Tenth Anniversary Show, Ralph Waldo Emerson, Peace.

The last two weeks have been a complete blur.  I went home, came back to my last two weeks of class, worked extra hours at the deli, and finished work for a new show at Artstream Studios.  I have trouble with weeks like this.  It is tough for me to keep my head up and focused.  It is something that I am just going to have to learn to do better, as the world grows faster and faster. 

To counteract the feelings of anxiety and urgency that I have been tormented by, I've been reading the essays of Ralph Waldo Emerson.  His pacing and tendency to state the obvious are quite welcome friends currently.  His essays read like a more pedantic version of a Zen volume, but I enjoy him nonetheless.  He is like that talkative uncle that reads too much.  Thus far my favorite quote goes as such: "You shall not tell me by languages and titles a catalogue of the volumes you've read. You shall make me feel what periods you've lived."  I suppose that this is merely a statement experiencing the moment.  As I was talking to a friend last night she twisted it into a statement of phenomonology, which is one of those fake art terms stressing the sublime and the feeling of an experience that teeters on the brink of explanation.  I don't think that that is what it was about, however.  I think that the statement had more to do with reading with a focus that allows you to become a part of whatever history you are reading about, to think about the consequences of people's actions like they were your own, to use the acts of others as points of reasoning within your own life, to be more mindful of the texts you read and things you see.

I have trouble with this.  I am usually quite aware of the things going on around me, but have trouble with words on a screen or page and also with the words that are coming out of people's mouths.  I find it hard to keep up.  I always start to think about different things, or rather, I am usually already thinking about those things and when people give me a hook I end up diving straight in.  And so I've been attempting to be more mindful and forcing myself to read more.  I think it is adding layers to my thought and as a result it is adding layers to my work.

When I was asked to do a few piece for the Tenth Anniversary show at Artstream Studios and Gallery, I immediately assumed that the gallery directors wanted more of the same type of work that I had submitted in the fall, as it had done pretty well in sales.  I struggled with this idea in my head for two months and naturally ended up with a couple days left to produce my artwork.  I realized that I wasn't capable of making those pieces again.  There has been a shift in my thought, a desire to live life more seriously than I had in the past, to be a bit more conservative and not to make kids work for the rest of my life.  I had been adding layers to pieces that weren't working in a different series and that was turning out quite successful, so I determined that I would use the same method with these four pieces.  Here are the completed pieces for Arstream.

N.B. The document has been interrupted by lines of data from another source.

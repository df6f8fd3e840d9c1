import { describe, expect, it } from 'vitest';
import {
  DEFAULT_MOULD_TEMPLATE,
  DEFAULT_ROUTING_TEMPLATES,
  HARD_ENAMEL_CURE_MINUTES,
  expandRouting,
  mouldRouting,
  renumber,
  requiredMoulds,
  routingProblems,
  MOULD_USING_KINDS,
  mouldStepsFor,
  mouldTool,
  type RoutingSpec,
  type RoutingTemplate,
} from './routing';
import { ANTIQUE_PLATINGS, PROCESSES, STATION_KINDS, type Process, type RoutingStep, type StationKind } from './vocabulary';

function spec(process: Process, colours: number, extra: Partial<RoutingSpec> = {}): RoutingSpec {
  return {
    process,
    colours: Array.from({ length: colours }, (_, i) => ({ name: `C${i + 1}` })),
    backLogo: false,
    printing: false,
    epoxy: false,
    backing: { type: 'butterfly_clutch', count: 1 },
    plating: 'gold',
    secondPlating: null,
    sandblast: false,
    ...extra,
  };
}

const kinds = (steps: RoutingStep[]) => steps.map((s) => s.stationKind);
const idx = (steps: RoutingStep[], kind: StationKind) => steps.findIndex((s) => s.stationKind === kind);
const lastIdx = (steps: RoutingStep[], kind: StationKind) => steps.map((s) => s.stationKind).lastIndexOf(kind);
const route = (s: RoutingSpec) => expandRouting(DEFAULT_ROUTING_TEMPLATES[s.process], s);

const COLOUR_COUNTS = [1, 4, 8];

describe('expandRouting: every process, 1, 4 and 8 colours, back logo on and off', () => {
  for (const process of PROCESSES) {
    for (const n of COLOUR_COUNTS) {
      for (const backLogo of [false, true]) {
        it(`${process}, ${n} colour(s), back logo ${backLogo ? 'on' : 'off'}: well-formed`, () => {
          const steps = route(spec(process, n, { backLogo }));
          // seq is 1-based and contiguous
          expect(steps.map((s) => s.seq)).toEqual(steps.map((_, i) => i + 1));
          expect(routingProblems(steps)).toEqual([]);
          for (const s of steps) {
            expect(STATION_KINDS).toContain(s.stationKind);
            expect(s.trayMinutes).toBeGreaterThanOrEqual(0);
            expect(s.pieceMinutes).toBeGreaterThanOrEqual(0);
            if (s.stationKind === 'cure') expect(s.cureMinutes).toBeGreaterThan(0);
            else expect(s.cureMinutes ?? null).toBeNull();
          }
          // striking, or casting for 3D die-cast, comes first; printed blanks are plated first (common practice)
          expect(steps[0].stationKind).toBe(process === 'die_cast_3d' ? 'cast' : process === 'printed' ? 'plate' : 'strike');
          expect(kinds(steps)).not.toContain(process === 'die_cast_3d' ? 'strike' : 'cast');
          // the tail is the same for every process: inspect, clutches, bag, pack, dispatch (common practice)
          expect(kinds(steps).slice(-5)).toEqual(['inspect', 'clutch', 'bag', 'pack', 'dispatch']);
          // a back logo needs a back mould, not an extra tray step
          expect(steps).toEqual(route(spec(process, n, { backLogo: !backLogo })));
          expect(requiredMoulds({ backLogo })).toEqual(backLogo ? ['front', 'back'] : ['front']);
        });
      }
    }
  }
});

In describing these pieces, I happened on one of my favorite painting descriptions ever, "A bird sits on a wire, while another set of wires grows convoluted, and all you need is to use the phone, but it won't work any more because you are short a dime."  I think it says more about me than a lot of my text does.

I hope everybody out there is doing okay.  My heart goes out to you every day.  It is tough to live even when there are no extra obstacles to navigate.  The only thing that I can suggest is to love the people around you like they are the greatest thing since fire was discovered, because they are.